Poorer underlying MPLI results were masked for several years by recognition of prior-period reserve strength. Favorable development of calendar-year reserves dropped in the last few years to essentially zero percent of earned premiums in 2020 from 14% in 2016. Reserve deficiencies emerged in the last two years in the claims-made MPLI segment, which represents approximately 75% of all MPLI premiums, that is typically coverage for physicians and other healthcare providers. The smaller occurrence (25%) segment, more represented by hospitals and facilities coverage, continues to report annual favorable development.

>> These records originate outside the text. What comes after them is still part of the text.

import type { StudioId } from '#shared/ids.ts'
import type { Recipes } from '#shared/api/recipes.ts'
import { requireStudio } from '#server/access/require.ts'
import type { Ctx } from '#server/context.ts'
import { loadRecipes } from './recipe-rows.ts'

/** A studio's recipes, by name. @throws SIGNED_OUT, NOT_FOUND */
export async function listRecipes(ctx: Ctx, studioId: StudioId): Promise<Recipes> {
  await requireStudio(ctx, studioId, 'studio.read')
  return { recipes: await loadRecipes(ctx.db, studioId) }
}
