import { eq } from 'drizzle-orm'
import { afterAll, beforeAll, beforeEach, describe, expect, it } from 'vitest'
import { invitationIdSchema } from '#shared/ids.ts'
import { account, user } from '#server/db/schema/auth.ts'
import { mail } from '#server/db/schema/mail.ts'
import { auditEvent, invitation } from '#server/db/schema/people.ts'
import { shootMember } from '#server/db/schema/shoots.ts'
import { acceptInvitation } from '#server/features/people/accept-invitation.ts'
import { getInvitationPage } from '#server/features/people/get-invitation-page.ts'
import { invitePerson } from '#server/features/people/invite-person.ts'
import { listPeople } from '#server/features/people/list-people.ts'
import { resendInvitation } from '#server/features/people/resend-invitation.ts'
import { revokeInvitation } from '#server/features/people/revoke-invitation.ts'
import { inviteToStudio } from '#server/features/studios/invite-to-studio.ts'
import { listStudioPeople } from '#server/features/studios/list-studio-people.ts'
import { type TestApp, startTestApp } from '#tests/support/app.ts'
import { clockAt } from '#tests/support/clock.ts'
import { type World, makePerson, makeWorld, newestToken } from '#tests/support/factories.ts'

const DAY_MS = 24 * 3600 * 1000
const clock = clockAt('2026-12-01T09:00:00Z')
let app: TestApp
let world: World
let made = 0
beforeAll(async () => {
  app = await startTestApp({ clock })
})
afterAll(() => app.close())
beforeEach(async () => {
  world = await makeWorld(app)
})

const newEmail = () => `guest.${(made += 1)}@example.com`
const invite = (email: string) =>
  invitePerson(app.ctxOf(world.photographer), { shootId: world.shootId, email, name: 'Gwen', role: 'client' })

describe('invitePerson', () => {
  it('writes one letter that says who invites whom to what, with one link', async () => {
    const email = newEmail()
    const { invitations } = await invite(email.toUpperCase())
    expect(invitations.find((open) => open.email === email)).toMatchObject({
      name: 'Gwen',
      role: 'client',
      sentAtMs: clock.now().getTime(),
      expiresAtMs: clock.now().getTime() + 7 * DAY_MS,
      expired: false,
    })
    const letters = await app.db.select().from(mail).where(eq(mail.to, email))
    expect(letters).toHaveLength(1)
    expect(letters[0]?.subject).toBe('Pia Lund invites you to Salt and Linen')
    expect(letters[0]?.text).toContain('Hello Gwen,')
    expect(letters[0]?.text.match(/https?:\/\/\S+/g)).toEqual([
      expect.stringMatching(/^http:\/\/localhost:4103\/join\/[\w-]{43}$/),
    ])
  })

  it('keeps only the hash of the token', async () => {
    const email = newEmail()
    await invite(email)
    const token = await newestToken(app.db, email)
    const [row] = await app.db.select().from(invitation).where(eq(invitation.email, email))
    expect(row?.tokenHash).toHaveLength(32)
    expect(Buffer.from(row?.tokenHash ?? []).toString('latin1')).not.toContain(token)
    expect(JSON.stringify({ ...row, tokenHash: '' })).not.toContain(token)
  })

  it('refuses an address that is in the shoot, or has an open invitation, and sends nothing', async () => {
    await expect(invite(world.stylist.email.toUpperCase())).rejects.toMatchObject({
      code: 'CONFLICT',
      message:
        'Sol Vance is in this shoot already, as stylist. No letter was sent; change the role in the list instead.',
    })
    await expect(invite(world.invited.email)).rejects.toMatchObject({
      code: 'CONFLICT',
      message: expect.stringContaining('has an open invitation already'),
    })
    expect(await app.db.select().from(mail).where(eq(mail.to, world.stylist.email))).toEqual([])
  })

  it('notes who did it and tells open screens', async () => {
    const email = newEmail()
    app.documents.announced.length = 0
    const { invitations } = await invite(email)
    const [open] = invitations.filter((candidate) => candidate.email === email)
    expect(
      await app.db
        .select()
        .from(auditEvent)
        .where(eq(auditEvent.subject, open?.id ?? '')),
    ).toMatchObject([{ what: 'invitation.sent', userId: world.photographer.userId, shootId: world.shootId }])
    expect(app.documents.announced).toEqual([
      { shootId: world.shootId, queryKeys: [['shoots', world.shootId, 'people']] },
    ])
  })
})

describe('getInvitationPage', () => {
  it('shows what the letter is for and uses nothing up', async () => {
    const page = {
      kind: 'shoot',
      title: 'Salt and Linen',
      inviter: 'Pia Lund',
      role: 'stylist',
      email: world.invited.email,
      name: 'Ivy Nash',
    }
    for (let i = 0; i < 3; i++) expect(await getInvitationPage(app.ctxOf(), world.invitation.token)).toEqual(page)
  })

  it('does not know a token that nobody made', async () => {
    await expect(getInvitationPage(app.ctxOf(), 'A'.repeat(43))).rejects.toMatchObject({
      code: 'NOT_FOUND',
      message: expect.stringContaining('This invitation is not known'),
    })
  })
})

describe('resendInvitation', () => {
  it('sends another link for another seven days, and the old one is dead', async () => {
    clock.advanceMs(8 * DAY_MS)
    await expect(getInvitationPage(app.ctxOf(), world.invitation.token)).rejects.toMatchObject({ code: 'GONE' })
    const { invitations } = await resendInvitation(app.ctxOf(world.photographer), {
      shootId: world.shootId,
      invitationId: world.invitation.id,
    })
    expect(invitations).toMatchObject([
      { id: world.invitation.id, expired: false, expiresAtMs: clock.now().getTime() + 7 * DAY_MS },
    ])
    const token = await newestToken(app.db, world.invited.email)
    expect(token).not.toBe(world.invitation.token)
    await expect(getInvitationPage(app.ctxOf(), world.invitation.token)).rejects.toMatchObject({ code: 'NOT_FOUND' })
    expect(await getInvitationPage(app.ctxOf(), token)).toMatchObject({ email: world.invited.email })
  })

  it('refuses one that was accepted or withdrawn, and one of another shoot', async () => {
    const other = await makeWorld(app)
    const again = (invitationId = world.invitation.id) =>
      resendInvitation(app.ctxOf(world.photographer), { shootId: world.shootId, invitationId })
    await expect(again(other.invitation.id)).rejects.toMatchObject({ code: 'CONFLICT' })
    await acceptInvitation(app.ctxOf(world.invited), { token: world.invitation.token, name: 'Ivy' })
    await expect(again()).rejects.toMatchObject({
      code: 'CONFLICT',
      message: expect.stringContaining('No letter was sent'),
    })
  })
})

describe('revokeInvitation', () => {
  it('makes the link say that it was withdrawn', async () => {
    const revoke = () =>
      revokeInvitation(app.ctxOf(world.photographer), { shootId: world.shootId, invitationId: world.invitation.id })
    expect((await revoke()).invitations).toEqual([])
    expect((await revoke()).invitations).toEqual([])
    const gone = { code: 'GONE', message: 'This invitation was withdrawn. Ask whoever invited you for a new one.' }
    await expect(getInvitationPage(app.ctxOf(), world.invitation.token)).rejects.toMatchObject(gone)
    await expect(acceptInvitation(app.ctxOf(), { token: world.invitation.token, name: 'Ivy' })).rejects.toMatchObject(
      gone,
    )
    expect((await invite(world.invited.email)).invitations).toHaveLength(1)
  })

  it('refuses once it was accepted', async () => {
    await acceptInvitation(app.ctxOf(world.invited), { token: world.invitation.token, name: 'Ivy' })
    await expect(
      revokeInvitation(app.ctxOf(world.photographer), { shootId: world.shootId, invitationId: world.invitation.id }),
    ).rejects.toMatchObject({
      code: 'CONFLICT',
      message: expect.stringContaining('remove the person from the list instead'),
    })
  })

  it('leaves an invitation of another shoot alone', async () => {
    const other = await makeWorld(app)
    await revokeInvitation(app.ctxOf(world.photographer), { shootId: world.shootId, invitationId: other.invitation.id })
    expect(await getInvitationPage(app.ctxOf(), other.invitation.token)).toMatchObject({ email: other.invited.email })
  })
})

describe('acceptInvitation', () => {
  it('makes an account for a new address, its mailbox shown to be theirs, and asks for a session', async () => {
    const email = newEmail()
    await invite(email)
    const { to, userId, signsIn } = await acceptInvitation(app.ctxOf(), {
      token: await newestToken(app.db, email),
      name: '  Gwen\n Hale ',
    })
    expect({ to, signsIn }).toEqual({ to: `/shoots/${world.shootId}/board`, signsIn: true })
    expect(await app.db.select().from(user).where(eq(user.id, userId))).toMatchObject([
      { email, name: 'Gwen Hale', emailVerified: true },
    ])
    expect(
      (await listPeople(app.ctxOf(world.photographer), world.shootId)).people.find(
        (person) => person.userId === userId,
      ),
    ).toMatchObject({ role: 'client', name: 'Gwen Hale' })
  })

  it('opens a session over HTTP without a password', async () => {
    const client = await app.clientOf()
    const path = `/api/invitations/${world.invitation.token}/accept`
    expect((await client.send('POST', path, { name: '' })).body).toMatchObject({
      error: { code: 'BAD_REQUEST', issues: [{ path: 'name', message: 'say what we call you' }] },
    })
    expect((await client.send('POST', path, { name: 'Ivy Nash' })).body).toEqual({
      to: `/shoots/${world.shootId}/board`,
    })
    expect((await client.get('/api/session')).body).toMatchObject({ user: { id: world.invited.userId } })
    expect((await client.get(`/api/shoots/${world.shootId}`)).body).toMatchObject({ role: 'stylist', inStudio: false })
  })

  it('is one acceptance when pressed twice at once', async () => {
    const email = newEmail()
    await invite(email)
    const token = await newestToken(app.db, email)
    const both = await Promise.all([1, 2].map(() => acceptInvitation(app.ctxOf(), { token, name: 'Gwen' })))
    expect(both[0]).toEqual(both[1])
    expect(await app.db.select().from(user).where(eq(user.email, email))).toHaveLength(1)
    expect(
      await app.db
        .select()
        .from(auditEvent)
        .where(eq(auditEvent.userId, both[0]?.userId ?? world.invited.userId)),
    ).toHaveLength(1)
  })

  it('is used up for everybody but the person themselves', async () => {
    const accept = () => acceptInvitation(app.ctxOf(world.invited), { token: world.invitation.token, name: 'Ivy' })
    await accept()
    clock.advanceMs(60_000)
    expect(await accept()).toMatchObject({ userId: world.invited.userId, signsIn: false })
    await expect(acceptInvitation(app.ctxOf(), { token: world.invitation.token, name: 'Ivy' })).rejects.toMatchObject({
      code: 'GONE',
      message: 'This invitation has been used. Sign in to open what it was for.',
    })
    await expect(
      acceptInvitation(app.ctxOf(world.stranger), { token: world.invitation.token, name: 'Stu' }),
    ).rejects.toMatchObject({ code: 'GONE' })
  })

  it('expires after seven days to the minute', async () => {
    clock.advanceMs(7 * DAY_MS - 1)
    expect(await getInvitationPage(app.ctxOf(), world.invitation.token)).toBeDefined()
    clock.advanceMs(1)
    await expect(acceptInvitation(app.ctxOf(), { token: world.invitation.token, name: 'Ivy' })).rejects.toMatchObject({
      code: 'GONE',
      message: 'This invitation is more than 7 days old and has expired. Ask whoever invited you to send it again.',
    })
  })

  it('is refused to somebody who is signed in with another address', async () => {
    await expect(
      acceptInvitation(app.ctxOf(world.stranger), { token: world.invitation.token, name: 'Stu' }),
    ).rejects.toMatchObject({
      code: 'CONFLICT',
      message: `You are signed in as ${world.stranger.email}, and this invitation is for ${world.invited.email}. Nothing was changed; sign out first, then open the letter again.`,
    })
  })

  it('does not hand an account to whoever put a password on somebody’s address first', async () => {
    const email = newEmail()
    const squatter = await makePerson(app.db, 'Squatter', { email })
    await app.db.update(user).set({ emailVerified: false }).where(eq(user.id, squatter.userId))
    await app.db.insert(account).values({
      id: squatter.userId,
      accountId: squatter.userId,
      userId: squatter.userId,
      providerId: 'credential',
      password: 'hash',
    })
    await invite(email)
    const token = await newestToken(app.db, email)
    await expect(acceptInvitation(app.ctxOf(), { token, name: 'Gwen' })).rejects.toMatchObject({
      code: 'CONFLICT',
      message: expect.stringContaining('sign in to it'),
    })
    expect(
      (await listPeople(app.ctxOf(world.photographer), world.shootId)).people.some(
        (person) => person.userId === squatter.userId,
      ),
    ).toBe(false)
  })

  it('keeps the role that the person has meanwhile', async () => {
    await app.db
      .insert(shootMember)
      .values({ shootId: world.shootId, userId: world.invited.userId, role: 'photographer' })
    await acceptInvitation(app.ctxOf(world.invited), { token: world.invitation.token, name: 'Ivy' })
    expect((await listPeople(app.ctxOf(world.invited), world.shootId)).people.find(({ you }) => you)).toMatchObject({
      role: 'photographer',
    })
  })

  it('lets into a studio as well', async () => {
    const email = newEmail()
    await inviteToStudio(app.ctxOf(world.photographer), { studioId: world.studioId, email, role: 'member' })
    const token = await newestToken(app.db, email)
    expect(await getInvitationPage(app.ctxOf(), token)).toMatchObject({
      kind: 'studio',
      title: 'Harbour Studio',
      role: 'member',
    })
    expect(await acceptInvitation(app.ctxOf(), { token, name: 'Gwen' })).toMatchObject({ to: '/' })
    expect(
      (await listStudioPeople(app.ctxOf(world.photographer), world.studioId)).people.map(
        ({ email: address }) => address,
      ),
    ).toContain(email)
    const unknown = invitationIdSchema.parse(crypto.randomUUID())
    await expect(
      resendInvitation(app.ctxOf(world.photographer), { shootId: world.shootId, invitationId: unknown }),
    ).rejects.toMatchObject({ code: 'CONFLICT' })
  })
})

A continuing trend of higher loss severity and more frequent multi-million-dollar jury verdicts led to a sharp escalation in accident year loss ratios in the last decade. Loss cost volatility creates challenges in setting reserves as the 2017-2019 accident years have developed unfavorably in MPLI from initial estimates, a meaningful departure from prior years.

Social and economic disruption due to the coronavirus pandemic had significant effects on the MPLI market, and uncertainty remains regarding future related litigation in MPLI and several other property/casualty lines. However, reductions in healthcare patient encounters and medical procedures in 2020 lowered underwriting risk exposures and information compiled in statutory financial statements shows MPLI reported claims filings declined by 14% in accident year 2020 versus the prior year. While the broader threat of escalating incurred losses in MPLI from social inflation and rising litigation costs remains, actuaries may have underestimated benefits of lower frequency in 2020 that create a greater chance that incurred loss estimates will decline as experience emerges for this period.

A shift to future underwriting profits in MPLI is constrained by the market’s unique competitive structure. Over half of industry MPLI net premiums are written by narrowly focused specialty underwriters that largely maintain very strong capital positions but have limited opportunities or expertise to deploy capital into products outside of MPLI.

As the healthcare system continues evolving toward physician employment by hospitals and larger medical groups that are more likely garner coverage through captives or other self-insured products, a declining policyholder base and revenue pressure induces MPLI specialization to emphasize policyholder retention over premium rate adequacy. Underwriting capacity reductions among MPLI specialty writers via market exits or consolidation would likely foster better market conditions, though widespread acquisition activity is unlikely in the near term.